On behalf of the House and the country, I said thank you to every one of the emergency workers and personnel who were there, even down to the volunteer groups that came with tea and coffee. That happened literally within minutes because of the agreements that they had with the local police under the gold command. I said two things to them. I said that I was enormously proud, as Minister with responsibility for policing and fire issues, to be with them—there were also members of lots of other agencies—because they had done fantastically well. I also told them that what they saw on that afternoon would live with them for the rest of their lives. It was not physical injuries that I was talking about, but mental injuries.

We have touched on mental health today. The emergency services tend to be very macho, as do our armed forces, but post-traumatic stress can touch everybody—sometimes a couple of days later, sometimes a couple of years later and sometimes many years later. I have friends who served in the Falklands who have only started to suffer in the last couple of years. Our thoughts must be with those people.

A key thing that happened at Didcot—this is mentioned in the report—is that capabilities from other forces came to help. It was not just the traditional mutual aid that we saw in London a couple of weeks ago for the Syria conference, when armed response units came from all around the country, including from Northern Ireland—I was very proud to see the men and women in the green uniform on the streets of London. We must ask what we can learn from that. Are there lessons to be learned for our control rooms? There were lots of 999 calls. The police got the initial call, but there were also calls to the fire service, and there was a slight difference in terminology.

That shows why it is crucial in the funding review that we get the chiefs to tell us where their capabilities will sit. It looks quite simple initially: will they be in the force, whether it be Merseyside, Hertfordshire or the Met, in the regional organised crime units or at the National Crime Agency?

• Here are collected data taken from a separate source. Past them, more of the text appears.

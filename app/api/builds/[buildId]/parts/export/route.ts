import { withBuild } from "@/lib/http";
import { partsHandlers } from "@/lib/parts-routes";
import { slug } from "@/lib/records-http";

export const GET = withBuild("read", async ({ build }) => partsHandlers.exportCsv({ buildId: build.id }, `${slug(build.name)}-parts.csv`));
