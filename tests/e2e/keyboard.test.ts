/**
 * The editor without a mouse, in Debian's Chromium at 1440 × 900: a builder adds three parts from the tray,
 * joins them with the keyboard join, opens a joint's card, fills a hardware field and hears the findings change,
 * goes back to the canvas with Escape, moves a part with the arrow keys (one undo step each) — no mouse event
 * at all. Then every Tab stop of the editor is checked for a visible focus: a screenshot of the element's box
 * focused differs from the same box unfocused. Screenshots: tests/artifacts/keyboard-*.png.
 */
import { afterAll, beforeAll, describe, expect, it } from "vitest";
import type { Browser, Page } from "playwright-core";
import { APP_URL, launchBrowser, shot, signInPage } from "../support/browser";
import { openEditor, waitSaved } from "../support/editor-page";
import { makeBuild, makeUser, testDb, TEST_PASSWORD } from "../support/db";
import type { LinkageGraph } from "@/shared/linkage/schema";
import { runOrder } from "@/shared/linkage/order";
import { demoPitchLinkage } from "@/shared/demo";

let browser: Browser;
let page: Page;
let url: string;
let linkageId: string;
let buildId: string;
const errors: string[] = [];

/** What has the focus: a test id, a canvas part or joint, a field's label, or the element's text. */
const focused = (p: Page) =>
  p.evaluate(() => {
    const el = document.activeElement as HTMLElement | null;
    if (!el || el === document.body) return { kind: "body", id: "", label: "", text: "" };
    const rf = el.closest(".react-flow__node, .react-flow__edge");
    const label = (el as HTMLInputElement).labels?.[0]?.textContent?.trim() ?? "";
    return {
      kind: rf ? (rf.classList.contains("react-flow__node") ? "part" : "joint") : el.tagName.toLowerCase(),
      id: rf?.getAttribute("data-id") ?? el.getAttribute("data-testid") ?? el.id ?? "",
      label,
      text: (el.textContent ?? "").trim().slice(0, 60),
    };
  });

/** Tab (or Shift-Tab) until the focus is where `want` says; fails after `max` presses. */
async function tabTo(p: Page, want: (f: Awaited<ReturnType<typeof focused>>) => boolean, max = 120, back = false) {
  for (let i = 0; i < max; i++) {
    await p.keyboard.press(back ? "Shift+Tab" : "Tab");
    if (want(await focused(p))) return;
  }
  throw new Error(`no Tab stop matched within ${max} presses (last: ${JSON.stringify(await focused(p))})`);
}

const savedGraph = async () => {
  const r = await testDb("linkages as l").join("linkage_revisions as r", function () { this.on("r.linkage_id", "l.id").andOn("r.revision", "l.current_revision"); }).where("l.id", linkageId).first("r.graph");
  return r.graph as LinkageGraph;
};

beforeAll(async () => {
  browser = await launchBrowser();
  const owner = await makeUser("e2e-keyboard");
  const b = await makeBuild({ owner });
  linkageId = b.linkageId;
  buildId = b.buildId;
  url = `${APP_URL}/builds/${b.buildId}/linkages/${b.linkageId}`;
  page = await browser.newPage({ viewport: { width: 1440, height: 900 } });
  page.on("pageerror", (e) => errors.push(String(e)));
  await signInPage(page, owner.email, TEST_PASSWORD);
});
afterAll(async () => { await browser?.close(); await testDb.destroy(); });

describe("the editor by keyboard only", () => {
  it("adds three parts, joins them, fills a joint's card and sees its findings change, moves a part", async () => {
    await openEditor(page, url);
    // Three parts from the tray: Tab to each kind's button, Enter places it in view (and selects it).
    for (const kind of ["stick", "pushrod", "controlHorn"]) {
      await tabTo(page, (f) => f.id === `tray-${kind}`);
      await page.keyboard.press("Enter");
    }
    await expect.poll(() => page.locator(".react-flow__node").count()).toBe(3);
    const ids = await page.locator(".react-flow__node").evaluateAll((els) => els.map((e) => e.getAttribute("data-id")!));
    const [stick, pushrod, horn] = ids;

    // The horn is selected (just placed): J opens the keyboard join; its attach port to the pushrod's B end.
    await page.keyboard.press("j");
    await page.getByTestId("join-dialog").waitFor();
    expect((await focused(page)).id).toBe("join-port");
    // Tab stays inside the dialog: Shift+Tab from its first control goes round to its last, Tab back to the first.
    await page.keyboard.press("Shift+Tab");
    expect(await page.evaluate(() => document.activeElement?.getAttribute("data-testid"))).toBe("join-confirm");
    await page.keyboard.press("Tab");
    expect((await focused(page)).id).toBe("join-port");
    await page.keyboard.type("a"); // the port list: "attach — free"
    await page.keyboard.press("Tab");
    await page.keyboard.type("Pushrod 1 B");
    await page.keyboard.press("Tab");
    expect((await focused(page)).id).toBe("join-target");
    await shot(page, "keyboard-01-join");
    await page.keyboard.press("Enter");
    await expect.poll(() => page.locator(".react-flow__edge").count()).toBe(1);
    // The new joint's card opens with the focus on its heading.
    await page.getByTestId("joint-card").waitFor();
    expect(await page.evaluate(() => document.activeElement?.id)).toBe("editor-card-title");
    expect(await page.getByTestId("joint-card").textContent()).toContain("Control horn 1, attach ↔ Pushrod 1 B");
    // On the canvas the joint is named as everywhere else, not React Flow's "Edge from <id> to <id>".
    const edgeLabel = await page.locator(".react-flow__edge").first().getAttribute("aria-label");
    expect(edgeLabel).toMatch(/^Joint Control horn 1, attach ↔ Pushrod 1 B, (no findings|\d+ findings?|1 \w+)/);
    expect(edgeLabel).not.toMatch(/Edge from/);

    // Escape goes back to the joint on the canvas; Shift+Tab to the stick (the run's input, read first along the run),
    // Enter opens it, Escape back, J joins it.
    await page.keyboard.press("Escape");
    expect((await focused(page)).kind).toBe("joint");
    await tabTo(page, (f) => f.kind === "part" && f.id === stick, 20, true);
    await page.keyboard.press("Enter");
    await page.getByTestId("node-form-panel").waitFor();
    await page.keyboard.press("Escape");
    expect(await focused(page)).toMatchObject({ kind: "part", id: stick });
    await page.keyboard.press("j");
    await page.getByTestId("join-dialog").waitFor();
    await page.keyboard.type("a"); // "attach — free"
    await page.keyboard.press("Tab");
    await page.keyboard.type("Pushrod 1 A");
    await page.keyboard.press("Tab");
    await page.keyboard.press("Enter");
    await expect.poll(() => page.locator(".react-flow__edge").count()).toBe(2);
    await page.getByTestId("joint-card").waitFor();
    expect(await page.getByTestId("joint-card").textContent()).toContain("Control stick 1, attach ↔ Pushrod 1 A");

    // Fill a hardware field: "Turns on" a plain bushing. The "no hardware recorded" caution of this joint clears,
    // and the live region says so.
    const jointId = (await savedGraphAfterSave()).joints.find((j) => j.from.node === stick || j.to.node === stick)!.id;
    const before = await page.getByTestId("joint-card").getByTestId("subject-findings").textContent();
    expect(before).toMatch(/no hardware recorded/);
    await tabTo(page, (f) => f.label === "Turns on", 80);
    await page.keyboard.type("plain");
    await expect.poll(() => page.getByTestId("joint-card").textContent(), { timeout: 10_000 }).not.toMatch(/no hardware recorded/);
    await expect.poll(() => page.getByTestId("findings-announcer").textContent()).toMatch(/cleared: \d/);
    await shot(page, "keyboard-02-card-filled");
    await page.keyboard.press("Escape");
    expect(await focused(page)).toMatchObject({ kind: "joint", id: jointId });

    // Arrow keys move the selected part one grid step; each press is its own undo step.
    await tabTo(page, (f) => f.kind === "part" && f.id === horn, 20);
    await page.keyboard.press("Enter");
    await page.keyboard.press("Escape");
    const p0 = (await savedGraphAfterSave()).nodes.find((n) => n.id === horn)!.position;
    await page.keyboard.press("ArrowRight");
    await page.keyboard.press("ArrowDown");
    await page.keyboard.press("Control+z");
    const p1 = (await savedGraphAfterSave()).nodes.find((n) => n.id === horn)!.position;
    expect(p1).toEqual({ x: p0.x + 10, y: p0.y });
    expect((await savedGraph()).joints.map((j) => [j.from.node, j.to.node].sort().join("|")).sort()).toEqual([[horn, pushrod].sort().join("|"), [pushrod, stick].sort().join("|")].sort());
    await shot(page, "keyboard-03-done");

    // L switches to the list and back: the focus goes with the selected part, never to the page.
    expect(await focused(page)).toMatchObject({ kind: "part", id: horn });
    await page.keyboard.press("l");
    await expect.poll(() => page.evaluate(() => document.activeElement?.getAttribute("data-run-item"))).toBe(`node:${horn}`);
    await page.keyboard.press("l");
    await expect.poll(async () => (await focused(page)).id).toBe(horn);
    expect((await focused(page)).kind).toBe("part");

    // The Keys sheet keeps Tab inside itself while open; Escape closes it and gives the focus back to "Keys ?".
    await page.getByTestId("btn-shortcuts").focus();
    await page.keyboard.press("Enter");
    await page.getByTestId("shortcuts-sheet").waitFor();
    for (const key of ["Tab", "Tab", "Shift+Tab", "Shift+Tab", "Shift+Tab"]) {
      await page.keyboard.press(key);
      expect(await page.evaluate(() => !!document.activeElement?.closest("[data-testid=shortcuts-sheet]"))).toBe(true);
    }
    await page.keyboard.press("Escape");
    await expect.poll(() => page.getByTestId("shortcuts-sheet").count()).toBe(0);
    await expect.poll(() => page.evaluate(() => document.activeElement?.getAttribute("data-testid"))).toBe("btn-shortcuts");
    expect(errors).toEqual([]);
  }, 120_000);

  it("Tab on the canvas goes along the run (as the list view reads it), bringing each item into view, then on out of the canvas; Shift+Tab comes back in at the run's end", async () => {
    const graph = demoPitchLinkage();
    const [l] = await testDb("linkages").insert({ build_id: buildId, name: "Tab along the run", system: "pitch", current_revision: 1 }).returning("id");
    await testDb("linkage_revisions").insert({ linkage_id: l.id, revision: 1, graph: JSON.stringify(graph) });
    await openEditor(page, `${APP_URL}/builds/${buildId}/linkages/${l.id}`);
    await page.evaluate(() => (document.activeElement as HTMLElement | null)?.blur());
    const onCanvas = (f: Awaited<ReturnType<typeof focused>>) => f.kind === "part" || f.kind === "joint";
    const key = (f: Awaited<ReturnType<typeof focused>>) => `${f.kind === "part" ? "node" : "joint"}:${f.id}`;
    /** Press a key and wait until the focus has moved (an item out of view takes the focus once it is drawn). */
    const pressAndMove = async (k: string) => {
      const before = JSON.stringify(await focused(page));
      await page.keyboard.press(k);
      await expect.poll(async () => JSON.stringify(await focused(page)), { timeout: 3000 }).not.toBe(before);
      return focused(page);
    };
    await tabTo(page, onCanvas);
    const want = runOrder(graph).map((it) => `${it.type}:${it.id}`);
    const seen: string[] = [];
    let f = await focused(page);
    while (onCanvas(f) && seen.length <= want.length) {
      seen.push(key(f));
      f = await pressAndMove("Tab");
    }
    expect(want.length).toBeGreaterThan(15);
    expect(seen).toEqual(want);
    // Past the run's end the focus left the canvas's parts and joints for the next Tab stop, and Shift+Tab comes back at the end.
    expect(onCanvas(f)).toBe(false);
    f = await pressAndMove("Shift+Tab");
    expect(key(f)).toBe(want.at(-1));
    f = await pressAndMove("Shift+Tab");
    expect(key(f)).toBe(want.at(-2));
    expect(errors).toEqual([]);
  }, 120_000);

  it("every Tab stop of the editor shows where the focus is", async () => {
    await openEditor(page, url);
    await page.evaluate(() => (document.activeElement as HTMLElement | null)?.blur());
    const problems: string[] = [];
    const seen = new Set<string>();
    for (let i = 0; i < 70; i++) {
      await page.keyboard.press("Tab");
      const el = await page.evaluateHandle(() => document.activeElement as HTMLElement);
      const f = await focused(page);
      if (f.kind === "body") break;
      const key = `${f.kind}:${f.id}:${f.text}`;
      if (seen.has(key)) break; // wrapped round
      seen.add(key);
      const box = await el.evaluate((e) => {
        const r = e.getBoundingClientRect();
        return { x: r.x, y: r.y, width: r.width, height: r.height };
      });
      if (box.width === 0 || box.height === 0) {
        problems.push(`${key}: no box`);
        continue;
      }
      const pad = 8;
      const x = Math.max(0, box.x - pad), y = Math.max(0, box.y - pad);
      const clip = { x, y, width: Math.min(1440 - x, box.width + 2 * pad), height: Math.min(900 - y, box.height + 2 * pad) };
      if (clip.width <= 0 || clip.height <= 0) {
        problems.push(`${key}: off screen`);
        continue;
      }
      const on = await page.screenshot({ clip });
      await el.evaluate((e) => e.blur());
      const off = await page.screenshot({ clip });
      await el.evaluate((e) => e.focus());
      if (on.equals(off)) problems.push(`${key}: looks the same focused and unfocused`);
    }
    expect(seen.size).toBeGreaterThan(30);
    // The canvas's parts and joints are among the stops.
    expect([...seen].some((k) => k.startsWith("part:"))).toBe(true);
    expect([...seen].some((k) => k.startsWith("joint:"))).toBe(true);
    expect(problems).toEqual([]);
  }, 120_000);
});

/** The saved graph once the autosave has caught up. */
async function savedGraphAfterSave() {
  await waitSaved(page);
  return savedGraph();
}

Actually, it is much more complicated than that. As we touched on earlier, the forces have been doing work on joint capabilities for some considerable time. When we look at the new formula and at where the capabilities will be delivered from, it is crucial that we do not damage the work that has been done. We must not tell the forces to tear up the very close work that they have done and say, “You can’t do it there. It has to be done under the ROCU.” It is not for the Policing Minister to do that.

Alongside the funding review, the chief constables are coming forward with their own capabilities review. I cannot today give the House and the Chair of the Home Affairs Committee a timescale and date for the start of the new consultation, because I need that review to have reported to me. It would be ludicrous if I announced a new review and people said to me, “We will structure it this way” but then came back with another formula. I am not willing to do that.

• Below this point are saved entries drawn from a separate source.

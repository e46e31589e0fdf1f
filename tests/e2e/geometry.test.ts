/**
 * The geometry view in a real browser: type the demo run's geometry in, see the charts, move the slider through
 * the travel, then move a pivot with the keyboard until a transmission angle leaves 40°–140° and the finding
 * appears; the geometry is saved with the graph.
 */
import { afterAll, beforeAll, describe, expect, it } from "vitest";
import type { Browser, Page } from "playwright-core";
import { APP_URL, launchBrowser, shot, signInPage } from "../support/browser";
import { makeBuild, makeUser, testDb, TEST_PASSWORD } from "../support/db";
import { demoPitchLinkage } from "@/shared/demo";
import { readFile } from "node:fs/promises";
import { barRun } from "../shared/analysis/motion-fixtures";

let browser: Browser;
let page: Page;
let buildId: string;
let linkageId: string;
const errors: string[] = [];

beforeAll(async () => {
  browser = await launchBrowser();
  const owner = await makeUser("e2e-geometry");
  ({ buildId, linkageId } = await makeBuild({ owner }));
  await testDb("linkage_revisions").where({ linkage_id: linkageId, revision: 1 }).update({ graph: JSON.stringify({ ...demoPitchLinkage(), name: "Pitch run" }) });
  page = await browser.newPage({ viewport: { width: 1600, height: 1000 } });
  page.on("pageerror", (e) => errors.push(String(e)));
  page.on("response", async (r) => {
    if (!/\.js(\?|$)/.test(r.url())) return;
    const body = await r.text().catch(() => "");
    if (body.includes("recharts-cartesian-grid")) chartScripts.push(r.url());
  });
  await signInPage(page, owner.email, TEST_PASSWORD);
});
afterAll(async () => { await browser?.close(); await testDb.destroy(); });

/** Bodies of the scripts the page has loaded so far that carry the chart library (its class-name prefix). */
const chartScripts: string[] = [];
const transmissionFindings = () => page.locator('[data-testid=finding][data-code="motion-transmission-angle"]').count();

describe("geometry and motion", () => {
  it("enters the demo run's geometry, charts it, plays it and flags a pivot moved out of the band", async () => {
    await page.goto(`${APP_URL}/builds/${buildId}/linkages/${linkageId}`);
    await page.getByTestId("linkage-editor").waitFor({ timeout: 60_000 });
    // Stick travel of 5° each way (the demo's arms gear the elevator about 1.6 : 1).
    await page.locator('.react-flow__node[data-id="stick"]').click();
    await page.getByLabel(/Forward travel/).fill("5");
    await page.getByLabel(/Aft travel/).fill("5");

    expect(await page.getByTestId("motion-status").textContent()).toBe("Motion not checked");
    await page.waitForTimeout(500);
    expect(chartScripts).toEqual([]); // the editor's first load does not carry the chart library
    await page.getByTestId("btn-geometry").click();
    await page.getByTestId("geometry-empty").waitFor();
    await page.getByTestId("geometry-start-empty").click();
    await page.getByTestId("geometry-datum").fill("firewall face, top longeron");
    const enter = async (id: string, values: Record<string, string>) => {
      for (const [field, v] of Object.entries(values)) await page.getByTestId(`geo-${id}-${field}`).fill(v);
    };
    await enter("stick", { x: "20", y: "0", attach: "-90", grip: "90" });
    await enter("bellcrank", { x: "50", y: "-3", in: "-90", out: "90" });
    await enter("horn", { x: "122", y: "6", attach: "-90" }); // the 5 in arm reaches down to y 1, level with the bellcrank's out arm

    await page.getByTestId("motion-charts").waitFor();
    await expect.poll(() => page.locator("[data-testid=motion-charts] .recharts-line").count()).toBeGreaterThanOrEqual(4);
    expect(await page.getByTestId("geometry-rod").count()).toBe(2);
    expect((await page.getByTestId("geometry-view").boundingBox())!.height).toBeGreaterThan(150); // drawn, not squeezed
    expect(await page.getByTestId("worst-mark").count()).toBe(1);
    await expect.poll(() => page.getByTestId("worst-loads").textContent()).toMatch(/Forward pushrod/);
    expect(await transmissionFindings()).toBe(0);
    expect(chartScripts.length).toBeGreaterThan(0); // loaded with the geometry view
    await expect.poll(() => page.getByTestId("motion-status").textContent()).toBe("Motion checked");
    // Control sense (14 CFR 23.779 table): the demo's stick forward takes the elevator down, right for a tail.
    expect(await page.getByTestId("geometry-sense").textContent()).toMatch(/^Control sense: stick forward takes the trailing edge down — the right way for a tail behind the wing \(tail taken: the geometry does not say\)/);
    const senseFindings = () => page.locator('[data-testid=finding][data-code="control-sense-reversed"]').count();
    expect(await senseFindings()).toBe(0);
    // Said to be a canard, the same run is reversed: a hazard, until it is set back to a tail.
    await page.getByTestId("geometry-pitch-surface").selectOption("canard");
    await expect.poll(() => page.getByTestId("geometry-sense").textContent()).toMatch(/reversed for a canard ahead of the wing/);
    await expect.poll(senseFindings, { timeout: 20_000 }).toBeGreaterThan(0); // in the list, and on the selected stick's card
    await page.getByTestId("geometry-pitch-surface").selectOption("tail");
    await expect.poll(senseFindings, { timeout: 20_000 }).toBe(0);
    expect(await page.getByTestId("geometry-sense").textContent()).not.toMatch(/tail taken/);
    await shot(page, "geometry-01-entered");
    // The picture: the run at the back stop, neutral and the forward stop, 3 × 360 px drawn at 2×.
    const [download] = await Promise.all([page.waitForEvent("download"), page.getByTestId("geometry-picture").click()]);
    const png = await readFile((await download.path())!);
    expect(png.subarray(1, 4).toString()).toBe("PNG");
    expect(png.readUInt32BE(16)).toBe(2160); // width from the IHDR chunk

    // The slider moves the drawing: the forward rod's end moves when the stick is at its forward stop.
    const rodX = () => page.locator("[data-testid=geometry-rod] line").first().getAttribute("x1");
    const atNeutral = await rodX();
    await page.getByTestId("geometry-slider").focus();
    await page.keyboard.press("End");
    await expect.poll(() => page.getByTestId("geometry-readout").textContent()).toMatch(/^Input 5\.0° fwd/);
    expect(await rodX()).not.toBe(atNeutral);
    await page.getByTestId("geometry-play").click();
    await expect.poll(() => page.getByTestId("geometry-readout").textContent()).not.toMatch(/^Input 5\.0° fwd/); // the input moved (the worst-angle note may name 5.0° fwd)
    await page.getByTestId("geometry-play").click();
    await shot(page, "geometry-02-moved");

    // Raise the bellcrank 1 in at a time until the forward rod meets its arms outside 40°–140°.
    const pivot = page.getByTestId("pivot-bellcrank");
    let presses = 0;
    while ((await transmissionFindings()) === 0 && presses < 60) {
      await pivot.focus();
      await page.keyboard.press("Shift+ArrowUp");
      presses++;
      if (presses % 5 === 0) await page.waitForTimeout(300);
    }
    await expect.poll(transmissionFindings).toBe(1);
    expect(presses).toBeGreaterThan(10); // it takes a real move: about 25 in up puts the 30 in rod 40° off square
    const f = page.locator('[data-testid=finding][data-code="motion-transmission-angle"]');
    expect(await f.getAttribute("data-subject")).toBe("node:pushrod-fwd");
    await shot(page, "geometry-03-out-of-band");

    await page.waitForFunction(() => document.querySelector("[data-testid=save-status]")?.getAttribute("data-status") === "saved", null, { timeout: 20_000 });
    const rev = await testDb("linkages").where({ id: linkageId }).first();
    const row = await testDb("linkage_revisions").where({ linkage_id: linkageId, revision: rev.current_revision }).first();
    const graph = typeof row.graph === "string" ? JSON.parse(row.graph) : row.graph;
    expect(graph.geometry.datum).toBe("firewall face, top longeron");
    expect(graph.geometry.pitchSurface).toBe("tail");
    expect(graph.geometry.parts.bellcrank.pivot.y).toBeGreaterThan(5);
    // The arrow keys moved the pivot in the geometry, not the selected card on the diagram.
    expect(graph.nodes.find((n: { id: string }) => n.id === "stick").position).toEqual(demoPitchLinkage().nodes[0].position);
    expect(errors).toEqual([]);
  }, 180_000);

  it("a roll run's sense is read once the geometry names the aileron's wing: a hazard on the right wing, the right way on the left, saved", async () => {
    // Stick right (the roll view's forward turn) lowers this aileron's trailing edge (tests/shared/analysis/motion-fixtures).
    const bar = barRun({ a: 3, c: 3, o2: [0, 0], o4: [30, 0], alpha: 90, beta: -90 });
    const graph = { ...bar, name: "Roll run", system: "roll", nodes: bar.nodes.map((n) => (n.id === "elevator" ? { ...n, label: "Aileron" } : n)) };
    const [l] = await testDb("linkages").insert({ build_id: buildId, name: "Roll run", system: "roll", current_revision: 1 }).returning("id");
    await testDb("linkage_revisions").insert({ linkage_id: l.id, revision: 1, graph: JSON.stringify(graph) });
    await page.goto(`${APP_URL}/builds/${buildId}/linkages/${l.id}`);
    await page.getByTestId("linkage-editor").waitFor({ timeout: 60_000 });
    await page.getByTestId("btn-geometry").click();
    await page.getByTestId("geometry-slider").waitFor();
    // Not read until the wing is named: no sense line, no finding, and the run's notes ask for it.
    expect(await page.getByTestId("geometry-sense").count()).toBe(0);
    const senseFindings = () => page.locator('[data-testid=finding][data-code="control-sense-reversed"]').count();
    expect(await senseFindings()).toBe(0);
    await page.getByTestId("geometry-roll-side").selectOption("right");
    await expect.poll(() => page.getByTestId("geometry-sense").textContent()).toMatch(/^Control sense: stick right takes the trailing edge of the right wing's aileron down — reversed for the right wing's aileron/);
    await expect.poll(senseFindings, { timeout: 20_000 }).toBeGreaterThan(0);
    await page.getByTestId("geometry-roll-side").selectOption("left");
    await expect.poll(() => page.getByTestId("geometry-sense").textContent()).toMatch(/^Control sense: stick right takes the trailing edge of the left wing's aileron down — the right way/);
    await expect.poll(senseFindings, { timeout: 20_000 }).toBe(0);
    // The view speaks of the stick right and left, not forward and back.
    await page.getByTestId("geometry-slider").focus();
    await page.keyboard.press("End");
    await expect.poll(() => page.getByTestId("geometry-readout").textContent()).toMatch(/^Input 15\.0° right/);
    await page.keyboard.press("Home");
    await expect.poll(() => page.getByTestId("geometry-readout").textContent()).toMatch(/^Input 15\.0° left/);
    await shot(page, "geometry-04-roll-sense");
    await page.waitForFunction(() => document.querySelector("[data-testid=save-status]")?.getAttribute("data-status") === "saved", null, { timeout: 20_000 });
    const rev = await testDb("linkages").where({ id: l.id }).first();
    const row = await testDb("linkage_revisions").where({ linkage_id: l.id, revision: rev.current_revision }).first();
    expect((typeof row.graph === "string" ? JSON.parse(row.graph) : row.graph).geometry.rollSide).toBe("left");
    expect(errors).toEqual([]);
  }, 120_000);
});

Keith Vaz Portrait Keith Vaz
- Hansard - - - Excerpts

The Minister has given us a pathway and timetable that we did not have before. Is he saying that as soon as the capabilities report comes to him, he will consider it and then start the funding review? Is that the timetable he is now setting in place?

Mike Penning Portrait Mike Penning
- Hansard - -

I am trying to be honest, as I always am when at the Dispatch Box or giving evidence to a Select Committee. Is this in my destiny today? Could I start a new consultation tomorrow? Yes I could, but I would not have the information within my grasp to do that. I have not got a date from Sara Thornton for that report. It is enormously difficult getting 43 police chiefs to agree where they will place their capabilities. For instance, East Midlands police covers homicide in the whole area, but most of the other ROCUs do not. Things such as cybercrime and encryption need to come with us because it should not be for the House or a Minister to tell chief constables “That’s what you should be doing”. The constables should be telling us where the capabilities will be, so that we can help with the funding formula.

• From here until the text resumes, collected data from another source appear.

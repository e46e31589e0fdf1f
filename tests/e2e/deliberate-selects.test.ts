/**
 * Selects that change stored data, driven by the keyboard in Chromium at 1280 × 900 (on a closed select, Chrome on
 * Linux fires a change for every arrow key): a member's role changes only with Save beside the select, the owner's
 * own role select is disabled with its reason, and a hardware line's state is saved once, with Enter or on leaving
 * the select, not once for each state arrowed past.
 */
import { afterAll, beforeAll, describe, expect, it } from "vitest";
import type { Browser, Page } from "playwright-core";
import { APP_URL, launchBrowser, signInPage } from "../support/browser";
import { makeBuild, makeUser, testDb, TEST_PASSWORD } from "../support/db";
import { demoPitchLinkage } from "@/shared/demo";
import { analyze } from "@/shared/analysis";

let browser: Browser;
let page: Page;
let buildId: string, linkageId: string;
let builder: { id: string; name: string };
const errors: string[] = [];

beforeAll(async () => {
  browser = await launchBrowser();
  const owner = await makeUser("e2e-selects");
  builder = await makeUser("e2e-selects-builder");
  ({ buildId, linkageId } = await makeBuild({ owner, builder }));
  const graph = demoPitchLinkage();
  await testDb("linkage_revisions").where({ linkage_id: linkageId, revision: 1 }).update({ graph: JSON.stringify(graph), analysis: JSON.stringify(analyze(graph)) });
  page = await browser.newPage({ viewport: { width: 1280, height: 900 } });
  page.on("pageerror", (e) => errors.push(String(e)));
  await signInPage(page, owner.email, TEST_PASSWORD);
});
afterAll(async () => { await browser?.close(); await testDb.destroy(); });

const roleOf = async (userId: string) => (await testDb("memberships").where({ build_id: buildId, user_id: userId }).first("role")).role as string;
const auditCount = async (action: string) => Number((await testDb("audit_events").where({ build_id: buildId, action }).count("* as n"))[0].n);

describe("deliberate selects", () => {
  it("members: arrowing through a role saves nothing; Save beside it does; Escape puts it back; the owner's own role is disabled with a reason", async () => {
    await page.goto(`${APP_URL}/builds/${buildId}/members`);
    const own = page.getByRole("combobox", { name: /^Role of Test e2e-selects$/ });
    expect(await own.isDisabled()).toBe(true);
    expect(await page.getByText("Your own role: another owner can change it.").count()).toBe(1);
    expect(await own.getAttribute("aria-describedby")).toBeTruthy();

    const role = page.getByRole("combobox", { name: `Role of ${builder.name}` });
    await role.focus();
    await page.keyboard.press("ArrowDown"); // builder → reviewer
    await page.keyboard.press("ArrowDown"); // reviewer → viewer
    await page.waitForTimeout(500);
    expect(await roleOf(builder.id)).toBe("builder");
    expect(await auditCount("member.role")).toBe(0);
    await page.keyboard.press("Escape");
    await expect.poll(() => role.inputValue()).toBe("builder");
    expect(await page.getByTestId("role-change").count()).toBe(0);

    await role.focus();
    await page.keyboard.press("ArrowDown");
    await page.getByRole("button", { name: "Save: Reviewer" }).click();
    await expect.poll(() => roleOf(builder.id)).toBe("reviewer");
    expect(await auditCount("member.role")).toBe(1);
    await expect.poll(() => page.getByTestId("role-change").count()).toBe(0);
    await expect.poll(() => page.evaluate(() => document.activeElement?.getAttribute("aria-label"))).toBe(`Role of ${builder.name}`);
  });

  it("hardware: arrowing through a line's state saves once, with Enter; leaving the select saves what it shows", async () => {
    await page.goto(`${APP_URL}/builds/${buildId}/hardware`);
    const state = page.locator("select[data-state-key]").first();
    await state.waitFor();
    const key = await state.getAttribute("data-state-key");
    await state.focus();
    await page.keyboard.press("ArrowDown"); // to order → ordered
    await page.keyboard.press("ArrowDown"); // ordered → received
    await page.waitForTimeout(500);
    expect(await auditCount("hardware.state")).toBe(0);
    await page.keyboard.press("Enter");
    await expect.poll(() => auditCount("hardware.state")).toBe(1);
    expect((await testDb("hardware_states").where({ build_id: buildId, part_key: key }).first("state")).state).toBe("received");

    const again = page.locator(`select[data-state-key="${key}"]`);
    await again.focus();
    await page.keyboard.press("ArrowDown"); // received → installed
    await page.keyboard.press("Tab");
    await expect.poll(() => auditCount("hardware.state")).toBe(2);
    expect((await testDb("hardware_states").where({ build_id: buildId, part_key: key }).first("state")).state).toBe("installed");
    expect(errors).toEqual([]);
  });
});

Gareth Thomas Portrait Mr Gareth Thomas
- Hansard - - - Excerpts

The Minister will remember from the opening remarks of my right hon. Friend the Member for Leicester East (Keith Vaz) that there has been speculation that the review will be put off until 2019. I appreciate that the Minister cannot give a timetable, but can he categorically rule out it starting as late as that?

Mike Penning Portrait Mike Penning
- Hansard - -

No Minister would stand and give such categorical responses—I cannot, because that would be wrong. We are determined to ensure—the Met is crucial to this—that we have an understanding from the chiefs and the PCCs about where they are asking the capabilities to be delivered from, whether ROCUs, local collaboration or the NCA. Then we can come forward and get it right.

I have a great deal of time for the hon. Member for Rotherham (Sarah Champion) and her response was very measured, but when in government the Labour party said that it would implement this measure but it did not, and that is part of the discussion that we are having. Crime has massively changed since then.

Sarah Champion Portrait Sarah Champion
- Hansard - - - Excerpts

The Minister is right to say that crime has massively changed. Does he share my concern that when we get data for online crime—fraud, grooming or abuse—the crime figures will spike?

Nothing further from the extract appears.